Democratizing access to cutting-edge technologies
The SNaP process is not only innovative, but also provides a unique practical application that democratizes access to this technology. “We’re sharing the design of our blenders and proving that they can be manufactured using 3D printing,” says Pinkerton. “This approach allows academic laboratories and even small-scale industrial players to experiment with these technologies without investing in expensive equipment.”
Access to SNaP technology could accelerate progress in drug delivery, enabling more researchers and companies to use nanoparticles and microparticles in the development of new therapeutics.
The SNaP project represents a successful multidisciplinary effort. Pinkerton highlighted the diversity of the team, which includes experts in mechanical and process engineering in addition to chemical engineering. “It was truly an interdisciplinary project,” she noted, noting that the contributions of all team members — from undergraduate students to postdoctoral researchers — were instrumental in bringing the technology to life.
Beyond this accomplishment, Pinkerton envisions SNaP as part of its broader mission to develop global drug delivery systems, which could ultimately transform healthcare by allowing for diverse, scalable, and customizable drug delivery solutions.
From industry to academia: a passion for innovation
Before arriving at NYU Tandon, Pinkerton spent three years in Pfizer’s oncology research unit, where she developed new nanomedicines for the treatment of solid tumors. She says the experience was invaluable. “Working in the industry gives you a realistic perspective on what is possible,” she points out. “The goal is to conduct translational research, meaning it ‘translates’ from the laboratory bench to the patient’s bedside.”
Pinkerton — who earned a bachelor’s degree in chemical engineering from MIT (2008) and a doctorate in chemical and biological engineering from Princeton University — was drawn to NYU Tandon, in part because of the opportunity to collaborate with researchers around the world. NYU ecosystem, with which it hopes to develop new nanomaterials that can be used for controlled drug delivery and other biological applications.
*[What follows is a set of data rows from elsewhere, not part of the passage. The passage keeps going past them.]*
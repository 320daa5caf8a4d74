// Package friction gives the conveyance of a cross-section and its derivative by each friction law, and the
// velocity coefficients that follow from zones of different roughness.
package friction

import "leat/compute/section"

// Conveyance is what a law says at one depth. Discharge = K * sqrt(friction slope).
type Conveyance struct {
	K    float64 // m3/s; 0 where the law gives none
	Rate float64 // dK/ddepth at the same slope, or the same discharge, m2/s
}

// Coefficients are the velocity coefficients of a section at one depth and their derivatives with depth.
type Coefficients struct {
	Energy, EnergyRate     float64 // alpha and dalpha/ddepth (1/m)
	Momentum, MomentumRate float64 // beta and dbeta/ddepth (1/m)
}

// A Law is a roughness bound to a section. It is immutable and safe for concurrent use; its methods do not allocate.
type Law interface {
	// AtSlope returns the conveyance of uniform flow at a friction slope, 0 < slope < 1.
	AtSlope(g section.Geometry, slope float64) Conveyance
	// AtDischarge returns the conveyance Q/sqrt(Sf) of a discharge in m3/s through this geometry.
	AtDischarge(g section.Geometry, discharge float64) Conveyance
	// Coefficients returns alpha and beta; 1 and 0 rates where the law treats the section as one.
	Coefficients(g section.Geometry) Coefficients
	// Breaks returns further depths, beyond the section's own, at which the conveyance or its derivative may jump
	// (the depths of manning_by_depth, the depths at which a zone begins to be wet), strictly rising.
	Breaks() []float64
	// Form says what is known of the law.
	Form() Form
}

// Form classifies laws for solvers.
type Form uint8

const (
	// General promises nothing beyond smooth pieces.
	General Form = iota
	// Manning promises K = C*A*R^(2/3) with the constant C that Power.C holds.
	Manning
	// Chezy promises K = C*A*R^(1/2) with such a constant.
	Chezy
	// Whole promises a conveyance that is the area times a function of the hydraulic radius alone that rises with it, and
	// coefficients of 1 (Colebrook-White, grass).
	Whole
)
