package record

import (
	"bytes"
	"crypto/sha256"
	"encoding/base64"
	"encoding/json"
	"encoding/xml"
	"flag"
	"io"
	"math"
	"os"
	"path/filepath"
	"regexp"
	"strconv"
	"strings"
	"testing"

	"leat/api/operation"
	"leat/api/wire"
)

var update = flag.Bool("update", false, "write the golden files anew")

// written solves a request and writes its record.
func written(t testing.TB, op *operation.Operation, body []byte) (page []byte, answer []byte) {
	t.Helper()
	solved, problem := op.Solve(body, operation.Options{Fingerprint: true})
	if problem != nil {
		t.Fatal(problem)
	}
	page, problem = Renderings(op)[0].Append([]byte("kept"), &solved)
	if problem != nil {
		t.Fatal(problem)
	}
	page, kept := bytes.CutPrefix(page, []byte("kept"))
	if !kept {
		t.Fatal("what stood in the buffer is gone")
	}
	return page, solved.AppendJSON(nil, true)
}

// examples are the requests of the contract's examples for an operation, by file name.
func examples(t testing.TB, op *operation.Operation) []string {
	t.Helper()
	names, err := filepath.Glob(filepath.Join("..", "..", "openapi", "examples", op.Name+".*.request.json"))
	if err != nil || len(names) == 0 {
		t.Fatal(op.Name, err)
	}
	return names
}

// TestGolden holds every byte of one record an operation.
func TestGolden(t *testing.T) {
	for _, name := range []string{"section.ditch", "depths.pipe", "rating.uniform", "profile.drain", "appraisal.ditch"} {
		op := operationOf(t, name)
		body, err := os.ReadFile(filepath.Join("..", "..", "openapi", "examples", name+".request.json"))
		if err != nil {
			t.Fatal(err)
		}
		got, _ := written(t, op, body)
		file := filepath.Join("testdata", name+".html")
		if *update {
			if err := os.WriteFile(file, got, 0o644); err != nil {
				t.Fatal(err)
			}
			continue
		}
		if want, err := os.ReadFile(file); err != nil || !bytes.Equal(got, want) {
			t.Errorf("%s is not as it was (%v); where that is meant, write it anew with -update, and look at it", file, err)
		}
	}
}

func operationOf(t testing.TB, name string) *operation.Operation {
	t.Helper()
	for _, op := range operation.All() {
		if strings.HasPrefix(name, op.Name+".") {
			return op
		}
	}
	t.Fatal(name)
	return nil
}

var exact = regexp.MustCompile(`<data value="([^"]*)">([^<]*)</data>`)

// TestRecordsTellTheAnswer holds that each record is well-formed, the same twice, without script or anything from outside, and tells every number of its answer.
func TestRecordsTellTheAnswer(t *testing.T) {
	for _, op := range operation.All() {
		for _, name := range examples(t, op) {
			body, err := os.ReadFile(name)
			if err != nil {
				t.Fatal(err)
			}
			got, answer := written(t, op, body)
			if again, _ := written(t, op, body); !bytes.Equal(got, again) {
				t.Errorf("%s: the same request gave other bytes", name)
			}
			d := xml.NewDecoder(bytes.NewReader(got))
			d.Entity = xml.HTMLEntity
			for err == nil {
				_, err = d.Token()
			}
			if err != io.EOF {
				t.Errorf("%s is not well-formed: %v", name, err)
			}
			for _, never := range []string{"<script", "<link", "src=", "href=", "style=", "ZgotmplZ", "NaN", "%!"} {
				if bytes.Contains(got, []byte(never)) {
					t.Errorf("%s holds %q", name, never)
				}
			}
			sum := sha256.Sum256(between(got, "<style>", "</style>"))
			if bytes.Count(got, []byte("<style")) != 1 || !strings.Contains(Policy(), base64.StdEncoding.EncodeToString(sum[:])) {
				t.Errorf("%s: the policy does not let its style in", name)
			}
			told := map[string]bool{}
			for _, m := range exact.FindAllSubmatch(got, -1) {
				told[string(m[1])] = true
				v, err := strconv.ParseFloat(string(m[1]), 64)
				short, err2 := strconv.ParseFloat(string(m[2]), 64)
				if err != nil || err2 != nil || !(math.Abs(v-short) <= 6e-6*math.Abs(v)) {
					t.Errorf("%s shows %s as %s", name, m[1], m[2])
				}
			}
			whole, err := read(answer)
			if err != nil {
				t.Fatal(err)
			}
			each(whole, func(n node) {
				literal, isNumber := n.value.(json.Number)
				if isNumber && n.key != "id" && n.key != "length" && n.key != "" && !told[literal.String()] {
					t.Errorf("%s does not tell %s %s", name, n.key, literal)
				}
			})
			for _, said := range []string{"Local codes", "Reviewer, name", "Designer, name", `role="img"`, "Engine version"} {
				if !bytes.Contains(got, []byte(said)) {
					t.Errorf("%s lacks %q", name, said)
				}
			}
		}
	}
}

func between(text []byte, from, until string) []byte {
	_, rest, _ := bytes.Cut(text, []byte(from))
	out, _, _ := bytes.Cut(rest, []byte(until))
	return out
}

// TestPublished holds records of published examples against the publication's own numbers, at the digits it prints, in its own units. The values are from
// testdata/published.json.
func TestPublished(t *testing.T) {
	const trapezoid = `"section":{"kind":"trapezoidal","bottom_width":20,"side_slope":2}`
	for _, c := range []struct {
		id   string
		op   *operation.Operation
		body string
		want map[string]string // by row or column heading
	}{
		// Chow (1959), example 2-1: A, P, R, T and D of a trapezoid. It prints R as 4.10 ft.
		{"chow-2-1", &operation.Section, `{"units":"us",` + trapezoid + `,"depth":6}`,
			map[string]string{"area": "192", "wetted perimeter": "46.8", "hydraulic radius": "4.10", "top width": "44", "hydraulic depth": "4.36"}},
		// Chow (1959), example 6-2: normal depth 3.36 ft. Its velocity, printed as 4.46 ft/s, is 4.454 by more digits (400 over 89.8), so it is
		// left to the tolerances of the published checks; so is the critical depth of example 10-1, found by trial.
		{"chow-6-2", &operation.Depths, `{"units":"us",` + trapezoid + `,"roughness":{"manning":0.025},"bed_slope":0.0016,"discharge":400}`,
			map[string]string{"normal depth": "3.36"}},
		// Chow (1959), the 36-inch culvert of chapter 4: critical depth 1.44 ft at 20 ft3/s.
		{"chow-4-3-circ", &operation.Depths, `{"units":"us","section":{"kind":"circular","diameter":3},"roughness":{"manning":0.013},"bed_slope":0.001,"discharge":20}`,
			map[string]string{"critical depth": "1.44"}},
	} {
		page, _ := written(t, c.op, []byte(c.body))
		shownAs := tabulated(t, page)
		for name, want := range c.want {
			v, err := strconv.ParseFloat(shownAs[name], 64)
			decimals := len(want) - strings.IndexByte(want+".", '.') - 1
			if strings.IndexByte(want, '.') < 0 {
				decimals = 0
			}
			if got := strconv.FormatFloat(v, 'f', decimals, 64); err != nil || got != want {
				t.Errorf("%s, %s: the record shows %q, which is %s at the digits of the publication, %s there", c.id, name, shownAs[name], got, want)
			}
		}
	}
}

// tabulated reads the result tables of a record as a reader would: rows of a name and a value, or columns below their heading.
func tabulated(t *testing.T, page []byte) map[string]string {
	t.Helper()
	var doc struct {
		Sections []struct {
			Tables []struct {
				Class string   `xml:"class,attr"`
				Head  []string `xml:"thead>tr>th"`
				Rows  []struct {
					Cells []struct {
						Text string `xml:",chardata"`
						Data string `xml:"data"`
					} `xml:"td"`
				} `xml:"tbody>tr"`
			} `xml:"table"`
		} `xml:"body>main>section"`
	}
	_, rest, _ := bytes.Cut(page, []byte("<html"))
	if err := xml.Unmarshal(append([]byte("<html"), rest...), &doc); err != nil {
		t.Fatal(err)
	}
	out := map[string]string{}
	for _, s := range doc.Sections {
		for _, table := range s.Tables {
			if table.Class != "results" {
				continue
			}
			for _, row := range table.Rows {
				if len(table.Head) == 3 && table.Head[0] == "what" {
					out[row.Cells[0].Text] = row.Cells[1].Data
					continue
				}
				for i, cell := range row.Cells {
					name, _, _ := strings.Cut(table.Head[i], " (")
					if _, known := out[name]; !known {
						out[name] = cell.Data
					}
				}
			}
		}
	}
	return out
}

// TestStepsComeOut computes the steps that are quotients and products from the numbers that stand there, as a reviewer would: they give the result that is shown.
func TestStepsComeOut(t *testing.T) {
	body := []byte(`{"units":"us","section":{"kind":"trapezoidal","bottom_width":20,"side_slope":2},"barrels":2,"roughness":{"manning":0.025},"bed_slope":0.0016,"discharge":400,"energy_coefficient":1.1}`)
	request, err := read(body)
	if err != nil {
		t.Fatal(err)
	}
	solved, problem := operation.Depths.Solve(body, operation.Options{})
	if problem != nil {
		t.Fatal(problem)
	}
	inSI, err := read(solved.Answer.AppendJSON(nil, wire.SI, nil))
	if err != nil {
		t.Fatal(err)
	}
	all, count := workThrough(inSI, request, wire.US, solved.Answer)
	if len(all) != 2 || count != 2 {
		t.Fatalf("%d states of %d", len(all), count)
	}
	number := regexp.MustCompile(`[0-9.]+(e-?[0-9]+)?`)
	for _, w := range all {
		for _, s := range w.Steps {
			var n []float64
			for _, m := range number.FindAllString(s.Numbers, -1) {
				v, err := strconv.ParseFloat(m, 64)
				if err != nil {
					t.Fatal(s, err)
				}
				n = append(n, v)
			}
			var want float64
			cosine := func(i int) float64 { return math.Sqrt(n[i] - n[i+1]*n[i+1]) } // 1 and slope, then the exponent 2
			switch s.Name {
			case "hydraulic radius", "hydraulic depth":
				want = n[0] / n[1]
			case "conveyance":
				want = n[0] * math.Cbrt(n[1]*n[1]) / n[4]
			case "velocity":
				want = n[0] / (n[1] * n[2])
			case "uniform discharge":
				want = n[0] * n[1] * math.Sqrt(n[2])
			case "velocity head":
				want = n[0] * n[1] * n[1] / (n[2] * n[3])
			case "Froude number":
				want = math.Sqrt(n[0] * n[1] * n[1] * n[2] / (n[3] * n[4] * cosine(5)))
			case "specific energy":
				want = n[0]*cosine(1) + n[3]
			case "specific force":
				want = n[0]*n[1]*n[1]*n[2]/n[3] + cosine(4)*n[6]*n[7]
			case "friction slope":
				want = n[0] / (n[1] * n[2])
				want *= want
			case "bed shear stress":
				want = n[0] * n[1] * n[2] * n[3]
			case "stream power":
				want = n[0] * n[1]
			default:
				continue
			}
			if got, err := strconv.ParseFloat(s.Result, 64); err != nil || !(math.Abs(got-want) <= 5e-5*math.Abs(want)) {
				t.Errorf("%s: %s = %s gives %g, the record says %s", w.Title, s.Name, s.Numbers, want, s.Result)
			}
		}
	}
}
She also came to academia because of a love of teaching. At Pfizer, she realized her desire to mentor students and pursue innovative, interdisciplinary research. “Students here want to become engineers; “They want to make a difference in the world,” she said.
Her team at Pinkerton Research Group focuses on developing responsive soft materials for critical applications ranging from controlled drug delivery to vaccines and medical imaging. Taking an interdisciplinary approach, they use tools from chemical engineering, materials engineering, nanotechnology, chemistry and biology to create soft materials via scalable synthetic processes. They focus on understanding how process parameters control the properties of the final material, and thus how matter behaves in biological systems – with the ultimate goal being to create a global drug delivery platform that improves health outcomes across diseases and disorders.
Its SNaP technology represents a promising new direction in the quest to effectively scale drug delivery solutions. By controlling assembly processes with millisecond precision, this method opens the door to the creation of increasingly complex molecular architectures, providing a scalable approach for future medical advances.
For the drug delivery space, the future is bright as SNaP paves the way towards an era of more intuitive, adaptable and scalable solutions.